▶ **BRIEF**: Go through the material and pull out every line with the string "equal" in it.

+++ MATERIAL FOR THIS TASK

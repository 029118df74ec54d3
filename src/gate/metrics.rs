//! Holdout metrics and the per-row losses the gate compares.
//!
//! Regression: MSE, RMSE, MAE, R²; the gate's per-row loss is the squared
//! error. Classification: log loss, accuracy, Brier score and expected
//! calibration error from a row-major probability table; the gate's per-row
//! loss is the log loss. The trivial predictors the first model must beat
//! (training mean, training class frequencies) live here too.

use super::{InputError, check_finite, check_same_len, mean};

/// Probabilities below this are raised to it before taking a log, so a
/// confident miss costs −ln(1e-15) ≈ 34.5 instead of infinity.
pub const PROB_FLOOR: f64 = 1e-15;

/// How far a probability row may sum away from 1 (softmax output in f32
/// is accurate to a few 1e-7).
pub const PROB_SUM_TOLERANCE: f64 = 1e-5;

/// Default number of equal-width confidence bins for calibration error.
pub const ECE_BINS: usize = 10;

/// Regression metrics on one set of rows.
#[derive(Debug, Clone, Copy, PartialEq)]
pub struct RegressionMetrics {
    pub rows: usize,
    pub mse: f64,
    pub rmse: f64,
    pub mae: f64,
    /// 1 − SS_res / SS_tot; `None` when every target is equal (SS_tot = 0).
    pub r2: Option<f64>,
}

fn check_pairs(targets: &[f64], predictions: &[f64]) -> Result<(), InputError> {
    check_same_len("targets and predictions", targets.len(), predictions.len())?;
    if targets.is_empty() {
        return Err(InputError::TooFew {
            what: "rows",
            need: 1,
            have: 0,
        });
    }
    check_finite("targets", targets)?;
    check_finite("predictions", predictions)
}

/// Per-row squared errors (y − ŷ)²: the gate's loss for regression.
pub fn squared_errors(targets: &[f64], predictions: &[f64]) -> Result<Vec<f64>, InputError> {
    check_pairs(targets, predictions)?;
    Ok(targets
        .iter()
        .zip(predictions)
        .map(|(y, p)| (y - p) * (y - p))
        .collect())
}

/// Per-row absolute errors |y − ŷ|.
pub fn absolute_errors(targets: &[f64], predictions: &[f64]) -> Result<Vec<f64>, InputError> {
    check_pairs(targets, predictions)?;
    Ok(targets
        .iter()
        .zip(predictions)
        .map(|(y, p)| (y - p).abs())
        .collect())
}

/// MSE, RMSE, MAE and R² of predictions against targets.
pub fn regression_metrics(
    targets: &[f64],
    predictions: &[f64],
) -> Result<RegressionMetrics, InputError> {
    let squared = squared_errors(targets, predictions)?;
    let mse = mean(&squared);
    let mae = mean(&absolute_errors(targets, predictions)?);
    let y_mean = mean(targets);
    let ss_tot: f64 = targets.iter().map(|y| (y - y_mean) * (y - y_mean)).sum();
    let ss_res: f64 = squared.iter().sum();
    let r2 = (ss_tot > 0.0).then(|| 1.0 - ss_res / ss_tot);
    Ok(RegressionMetrics {
        rows: targets.len(),
        mse,
        rmse: mse.sqrt(),
        mae,
        r2,
    })
}

/// A row-major table of class probabilities, checked on construction:
/// every value finite and in [0, 1], every row summing to 1 within
/// [`PROB_SUM_TOLERANCE`].
#[derive(Debug, Clone, Copy)]
pub struct ProbTable<'a> {
    values: &'a [f64],
    classes: usize,
}

impl<'a> ProbTable<'a> {
    pub fn new(values: &'a [f64], classes: usize) -> Result<ProbTable<'a>, InputError> {
        if classes < 2 {
            return Err(InputError::TooFew {
                what: "classes",
                need: 2,
                have: classes,
            });
        }
        if !values.len().is_multiple_of(classes) {
            return Err(InputError::BadProbabilities {
                row: values.len() / classes,
                problem: "the table length is not a multiple of the number of classes",
            });
        }
        for (row, probs) in values.chunks_exact(classes).enumerate() {
            if probs
                .iter()
                .any(|p| !p.is_finite() || !(0.0..=1.0).contains(p))
            {
                return Err(InputError::BadProbabilities {
                    row,
                    problem: "a value is outside [0, 1]",
                });
            }
            if (probs.iter().sum::<f64>() - 1.0).abs() > PROB_SUM_TOLERANCE {
                return Err(InputError::BadProbabilities {
                    row,
                    problem: "the row does not sum to 1",
                });
            }
        }
        Ok(ProbTable { values, classes })
    }

    pub fn rows(&self) -> usize {
        self.values.len() / self.classes
    }

    pub fn classes(&self) -> usize {
        self.classes
    }

    /// Probabilities of row `index`, or `None` past the last row.
    pub fn row(&self, index: usize) -> Option<&'a [f64]> {
        self.values.chunks_exact(self.classes).nth(index)
    }

    fn iter(&self) -> impl Iterator<Item = &'a [f64]> {
        self.values.chunks_exact(self.classes)
    }

    fn check_labels(&self, labels: &[usize]) -> Result<(), InputError> {
        check_same_len("probability rows and labels", self.rows(), labels.len())?;
        if labels.is_empty() {
            return Err(InputError::TooFew {
                what: "rows",
                need: 1,
                have: 0,
            });
        }
        match labels.iter().position(|&l| l >= self.classes) {
            Some(row) => Err(InputError::LabelOutOfRange {
                row,
                label: labels[row],
                classes: self.classes,
            }),
            None => Ok(()),
        }
    }
}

++++++

▶ **FINISHED TASK**:
/// Default number of equal-width confidence bins for calibration error.
    /// 1 − SS_res / SS_tot; `None` when every target is equal (SS_tot = 0).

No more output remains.